**WHAT TO WORK ON**
Below are some records. Copy every line in them that holds "mixed".

BEGIN DATA FOR REVIEW

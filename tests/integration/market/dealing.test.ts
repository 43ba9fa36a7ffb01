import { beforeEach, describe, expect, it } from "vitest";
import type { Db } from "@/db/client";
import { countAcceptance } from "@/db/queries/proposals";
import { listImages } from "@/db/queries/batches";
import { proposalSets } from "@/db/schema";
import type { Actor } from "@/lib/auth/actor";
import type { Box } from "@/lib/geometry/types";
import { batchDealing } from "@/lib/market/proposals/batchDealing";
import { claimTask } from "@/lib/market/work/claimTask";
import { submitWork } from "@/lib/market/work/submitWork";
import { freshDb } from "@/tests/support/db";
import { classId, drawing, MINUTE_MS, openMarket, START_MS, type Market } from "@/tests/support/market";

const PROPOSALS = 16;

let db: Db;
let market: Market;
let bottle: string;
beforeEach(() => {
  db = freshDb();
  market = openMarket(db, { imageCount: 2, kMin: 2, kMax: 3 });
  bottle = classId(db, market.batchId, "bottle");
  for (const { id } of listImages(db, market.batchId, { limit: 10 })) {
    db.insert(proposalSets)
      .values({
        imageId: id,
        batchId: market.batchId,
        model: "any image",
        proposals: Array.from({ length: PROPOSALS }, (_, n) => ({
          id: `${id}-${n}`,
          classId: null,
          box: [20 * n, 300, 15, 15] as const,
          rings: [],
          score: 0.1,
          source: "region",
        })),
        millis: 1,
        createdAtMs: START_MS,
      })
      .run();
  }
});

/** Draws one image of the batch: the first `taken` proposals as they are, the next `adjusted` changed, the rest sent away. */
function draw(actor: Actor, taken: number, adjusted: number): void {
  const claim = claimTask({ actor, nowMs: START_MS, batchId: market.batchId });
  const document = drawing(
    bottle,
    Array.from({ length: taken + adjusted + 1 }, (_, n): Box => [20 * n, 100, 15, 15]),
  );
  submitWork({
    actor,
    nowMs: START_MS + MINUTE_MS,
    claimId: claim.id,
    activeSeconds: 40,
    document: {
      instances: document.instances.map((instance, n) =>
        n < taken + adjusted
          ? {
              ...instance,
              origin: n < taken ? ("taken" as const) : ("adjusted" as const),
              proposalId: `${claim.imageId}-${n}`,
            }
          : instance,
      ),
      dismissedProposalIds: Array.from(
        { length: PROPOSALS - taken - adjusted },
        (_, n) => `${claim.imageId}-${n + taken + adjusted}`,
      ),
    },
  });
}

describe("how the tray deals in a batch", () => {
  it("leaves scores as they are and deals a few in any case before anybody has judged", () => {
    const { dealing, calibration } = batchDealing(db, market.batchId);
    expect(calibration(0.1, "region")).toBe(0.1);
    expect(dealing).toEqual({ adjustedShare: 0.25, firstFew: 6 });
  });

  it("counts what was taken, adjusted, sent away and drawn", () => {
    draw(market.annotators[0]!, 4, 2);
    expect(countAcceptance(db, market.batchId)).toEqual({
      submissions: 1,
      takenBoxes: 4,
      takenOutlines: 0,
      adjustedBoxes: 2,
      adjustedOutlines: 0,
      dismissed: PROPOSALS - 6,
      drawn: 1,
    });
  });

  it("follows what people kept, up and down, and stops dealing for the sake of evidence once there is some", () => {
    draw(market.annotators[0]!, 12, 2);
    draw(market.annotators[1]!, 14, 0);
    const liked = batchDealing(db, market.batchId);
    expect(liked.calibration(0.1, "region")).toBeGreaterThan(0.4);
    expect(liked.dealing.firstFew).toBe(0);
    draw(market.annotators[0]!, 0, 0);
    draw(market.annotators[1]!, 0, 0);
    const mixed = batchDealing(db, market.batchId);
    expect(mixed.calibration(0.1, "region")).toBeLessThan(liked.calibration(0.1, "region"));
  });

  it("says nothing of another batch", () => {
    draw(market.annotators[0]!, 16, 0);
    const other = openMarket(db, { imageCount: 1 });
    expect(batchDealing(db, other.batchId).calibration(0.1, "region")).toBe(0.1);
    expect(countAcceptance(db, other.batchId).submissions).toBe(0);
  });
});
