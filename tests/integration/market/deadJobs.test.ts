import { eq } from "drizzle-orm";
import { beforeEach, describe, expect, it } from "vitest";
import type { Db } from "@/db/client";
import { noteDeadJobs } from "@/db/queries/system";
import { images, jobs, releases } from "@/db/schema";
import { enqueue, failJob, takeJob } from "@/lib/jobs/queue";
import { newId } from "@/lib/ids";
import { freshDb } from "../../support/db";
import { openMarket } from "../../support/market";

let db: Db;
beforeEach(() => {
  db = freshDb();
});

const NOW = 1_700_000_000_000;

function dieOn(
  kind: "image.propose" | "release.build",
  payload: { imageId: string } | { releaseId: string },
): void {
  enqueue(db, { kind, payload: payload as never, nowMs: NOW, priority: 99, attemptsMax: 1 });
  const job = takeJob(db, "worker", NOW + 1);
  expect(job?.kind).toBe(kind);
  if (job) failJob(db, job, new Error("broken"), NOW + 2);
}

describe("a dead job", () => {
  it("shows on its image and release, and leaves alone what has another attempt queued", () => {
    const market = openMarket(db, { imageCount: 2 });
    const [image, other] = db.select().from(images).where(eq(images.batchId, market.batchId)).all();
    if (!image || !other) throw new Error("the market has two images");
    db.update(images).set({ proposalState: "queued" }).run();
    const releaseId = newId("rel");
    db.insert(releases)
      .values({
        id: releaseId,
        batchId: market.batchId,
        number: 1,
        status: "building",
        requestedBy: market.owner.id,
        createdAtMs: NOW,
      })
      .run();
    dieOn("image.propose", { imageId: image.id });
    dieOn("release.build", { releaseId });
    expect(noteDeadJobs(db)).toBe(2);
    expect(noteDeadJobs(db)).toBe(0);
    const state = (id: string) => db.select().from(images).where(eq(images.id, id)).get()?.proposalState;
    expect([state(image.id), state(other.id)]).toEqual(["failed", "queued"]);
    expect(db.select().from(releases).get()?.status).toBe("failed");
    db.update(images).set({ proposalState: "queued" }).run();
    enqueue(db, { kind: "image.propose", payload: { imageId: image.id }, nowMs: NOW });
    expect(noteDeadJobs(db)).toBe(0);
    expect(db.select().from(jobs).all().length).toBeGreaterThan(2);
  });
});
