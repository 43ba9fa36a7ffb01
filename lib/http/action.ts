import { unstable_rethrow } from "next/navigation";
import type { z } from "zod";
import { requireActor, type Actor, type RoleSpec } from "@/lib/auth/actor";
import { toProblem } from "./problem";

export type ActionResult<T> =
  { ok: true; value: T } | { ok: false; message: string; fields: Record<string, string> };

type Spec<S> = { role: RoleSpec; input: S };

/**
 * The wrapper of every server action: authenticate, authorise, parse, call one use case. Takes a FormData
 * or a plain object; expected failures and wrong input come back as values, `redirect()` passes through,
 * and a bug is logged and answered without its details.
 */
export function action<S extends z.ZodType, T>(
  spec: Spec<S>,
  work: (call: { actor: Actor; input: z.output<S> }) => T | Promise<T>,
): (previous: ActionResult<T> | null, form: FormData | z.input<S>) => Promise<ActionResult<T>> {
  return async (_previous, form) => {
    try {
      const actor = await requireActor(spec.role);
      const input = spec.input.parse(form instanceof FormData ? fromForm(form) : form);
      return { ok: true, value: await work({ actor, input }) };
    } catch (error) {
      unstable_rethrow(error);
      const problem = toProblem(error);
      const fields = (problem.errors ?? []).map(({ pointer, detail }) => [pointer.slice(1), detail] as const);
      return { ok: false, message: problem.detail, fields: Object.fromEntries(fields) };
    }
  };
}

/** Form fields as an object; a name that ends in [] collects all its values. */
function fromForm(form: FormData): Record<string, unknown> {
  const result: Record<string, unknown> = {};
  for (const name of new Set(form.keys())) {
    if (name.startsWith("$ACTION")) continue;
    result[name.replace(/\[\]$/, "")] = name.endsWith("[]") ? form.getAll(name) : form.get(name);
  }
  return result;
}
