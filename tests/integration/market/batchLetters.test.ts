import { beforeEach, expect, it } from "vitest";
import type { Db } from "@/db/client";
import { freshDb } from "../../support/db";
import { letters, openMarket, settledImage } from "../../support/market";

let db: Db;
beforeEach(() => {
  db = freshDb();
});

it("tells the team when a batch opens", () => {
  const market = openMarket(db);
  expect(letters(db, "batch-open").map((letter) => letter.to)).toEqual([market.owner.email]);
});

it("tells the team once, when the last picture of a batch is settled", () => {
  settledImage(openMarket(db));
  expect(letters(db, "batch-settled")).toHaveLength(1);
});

END DATA FOR REVIEW

**ANSWER**
    const mixed = batchDealing(db, market.batchId);
    expect(mixed.calibration(0.1, "region")).toBeLessThan(liked.calibration(0.1, "region"));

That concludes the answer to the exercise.